#### Task prompt:
Reproduce the entries below exactly, but only from the line containing "that make the split." to the line containing "width = percent(self.width)", inclusive.

Stored data entries:
::::::::::
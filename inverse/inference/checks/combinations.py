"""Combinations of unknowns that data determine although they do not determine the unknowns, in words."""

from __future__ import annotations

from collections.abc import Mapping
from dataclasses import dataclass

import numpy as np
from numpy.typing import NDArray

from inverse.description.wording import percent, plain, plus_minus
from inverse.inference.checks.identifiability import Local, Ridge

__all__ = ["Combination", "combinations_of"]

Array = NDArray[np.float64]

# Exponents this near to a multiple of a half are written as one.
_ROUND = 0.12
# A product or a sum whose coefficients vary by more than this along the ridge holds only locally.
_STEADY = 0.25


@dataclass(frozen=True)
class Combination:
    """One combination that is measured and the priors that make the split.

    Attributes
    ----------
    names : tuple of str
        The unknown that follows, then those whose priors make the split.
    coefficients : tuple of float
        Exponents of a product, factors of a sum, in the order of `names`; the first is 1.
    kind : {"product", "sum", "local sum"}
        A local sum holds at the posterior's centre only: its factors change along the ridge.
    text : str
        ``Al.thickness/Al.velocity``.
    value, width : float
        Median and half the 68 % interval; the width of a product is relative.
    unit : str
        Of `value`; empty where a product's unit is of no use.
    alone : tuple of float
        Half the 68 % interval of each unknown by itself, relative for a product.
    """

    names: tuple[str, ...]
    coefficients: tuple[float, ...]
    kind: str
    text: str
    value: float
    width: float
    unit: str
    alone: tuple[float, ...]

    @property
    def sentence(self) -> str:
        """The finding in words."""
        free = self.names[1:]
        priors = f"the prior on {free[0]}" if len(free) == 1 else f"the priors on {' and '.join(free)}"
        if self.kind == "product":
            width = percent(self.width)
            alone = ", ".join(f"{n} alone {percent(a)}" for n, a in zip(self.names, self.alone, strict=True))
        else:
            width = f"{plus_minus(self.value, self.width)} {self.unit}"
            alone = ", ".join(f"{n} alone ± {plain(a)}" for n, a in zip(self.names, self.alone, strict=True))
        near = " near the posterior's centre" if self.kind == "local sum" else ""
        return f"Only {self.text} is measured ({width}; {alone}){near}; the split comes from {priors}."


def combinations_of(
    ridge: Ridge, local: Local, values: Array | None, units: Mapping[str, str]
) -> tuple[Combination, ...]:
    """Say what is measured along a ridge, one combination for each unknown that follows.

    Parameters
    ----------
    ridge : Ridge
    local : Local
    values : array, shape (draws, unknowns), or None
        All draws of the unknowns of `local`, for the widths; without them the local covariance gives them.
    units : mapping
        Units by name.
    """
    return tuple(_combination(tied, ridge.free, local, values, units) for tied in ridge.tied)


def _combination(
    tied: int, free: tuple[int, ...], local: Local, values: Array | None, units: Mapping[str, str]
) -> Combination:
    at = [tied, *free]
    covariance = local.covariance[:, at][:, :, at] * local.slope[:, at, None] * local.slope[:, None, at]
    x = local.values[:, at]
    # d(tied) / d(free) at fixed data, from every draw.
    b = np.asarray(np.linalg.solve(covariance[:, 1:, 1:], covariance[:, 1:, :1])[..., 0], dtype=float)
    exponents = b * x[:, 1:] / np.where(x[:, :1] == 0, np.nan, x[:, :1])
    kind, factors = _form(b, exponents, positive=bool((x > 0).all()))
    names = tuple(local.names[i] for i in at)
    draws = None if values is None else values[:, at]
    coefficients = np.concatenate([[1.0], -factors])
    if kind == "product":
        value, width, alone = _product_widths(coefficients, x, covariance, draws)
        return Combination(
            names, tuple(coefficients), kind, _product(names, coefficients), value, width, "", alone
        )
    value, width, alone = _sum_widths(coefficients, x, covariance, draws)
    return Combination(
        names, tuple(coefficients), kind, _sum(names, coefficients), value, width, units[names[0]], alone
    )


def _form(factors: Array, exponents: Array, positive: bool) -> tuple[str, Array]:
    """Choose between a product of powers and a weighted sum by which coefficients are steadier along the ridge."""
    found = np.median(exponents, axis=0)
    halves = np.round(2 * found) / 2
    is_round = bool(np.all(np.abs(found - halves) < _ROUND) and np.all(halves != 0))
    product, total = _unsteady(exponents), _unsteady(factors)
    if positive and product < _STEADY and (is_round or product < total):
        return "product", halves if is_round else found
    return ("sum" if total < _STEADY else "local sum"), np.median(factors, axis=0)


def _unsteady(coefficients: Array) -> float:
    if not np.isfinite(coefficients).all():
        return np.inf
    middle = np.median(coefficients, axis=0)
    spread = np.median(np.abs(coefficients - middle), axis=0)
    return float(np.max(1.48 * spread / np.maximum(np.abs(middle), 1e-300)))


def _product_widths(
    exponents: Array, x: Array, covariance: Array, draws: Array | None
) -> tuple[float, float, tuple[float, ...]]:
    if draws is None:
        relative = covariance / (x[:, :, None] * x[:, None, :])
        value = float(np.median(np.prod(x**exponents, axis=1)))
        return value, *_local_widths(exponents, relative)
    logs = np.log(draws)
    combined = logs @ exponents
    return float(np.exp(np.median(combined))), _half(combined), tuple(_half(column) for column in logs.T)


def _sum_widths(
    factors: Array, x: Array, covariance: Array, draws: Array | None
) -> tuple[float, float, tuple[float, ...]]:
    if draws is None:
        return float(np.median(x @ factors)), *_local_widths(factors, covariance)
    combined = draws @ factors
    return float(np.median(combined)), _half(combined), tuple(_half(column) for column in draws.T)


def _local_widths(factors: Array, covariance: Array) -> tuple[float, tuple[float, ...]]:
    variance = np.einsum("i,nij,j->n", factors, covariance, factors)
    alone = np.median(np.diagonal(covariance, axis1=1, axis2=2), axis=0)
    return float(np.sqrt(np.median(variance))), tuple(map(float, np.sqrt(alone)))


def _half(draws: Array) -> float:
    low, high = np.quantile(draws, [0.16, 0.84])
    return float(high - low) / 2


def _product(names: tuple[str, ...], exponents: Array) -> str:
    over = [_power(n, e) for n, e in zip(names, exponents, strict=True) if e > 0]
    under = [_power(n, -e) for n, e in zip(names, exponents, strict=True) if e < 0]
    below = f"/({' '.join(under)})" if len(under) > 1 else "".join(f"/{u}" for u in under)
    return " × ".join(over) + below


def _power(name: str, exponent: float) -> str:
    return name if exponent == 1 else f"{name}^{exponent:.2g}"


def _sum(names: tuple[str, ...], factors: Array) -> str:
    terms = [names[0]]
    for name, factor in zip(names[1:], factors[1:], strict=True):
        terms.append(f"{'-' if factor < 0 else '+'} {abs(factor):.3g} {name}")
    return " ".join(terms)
::::::::::
#### Exercise response:
    """One combination that is measured and the priors that make the split.

    Attributes
    ----------
    names : tuple of str
        The unknown that follows, then those whose priors make the split.
    coefficients : tuple of float
        Exponents of a product, factors of a sum, in the order of `names`; the first is 1.
    kind : {"product", "sum", "local sum"}
        A local sum holds at the posterior's centre only: its factors change along the ridge.
    text : str
        ``Al.thickness/Al.velocity``.
    value, width : float
        Median and half the 68 % interval; the width of a product is relative.
    unit : str
        Of `value`; empty where a product's unit is of no use.
    alone : tuple of float
        Half the 68 % interval of each unknown by itself, relative for a product.
    """

    names: tuple[str, ...]
    coefficients: tuple[float, ...]
    kind: str
    text: str
    value: float
    width: float
    unit: str
    alone: tuple[float, ...]

    @property
    def sentence(self) -> str:
        """The finding in words."""
        free = self.names[1:]
        priors = f"the prior on {free[0]}" if len(free) == 1 else f"the priors on {' and '.join(free)}"
        if self.kind == "product":
            width = percent(self.width)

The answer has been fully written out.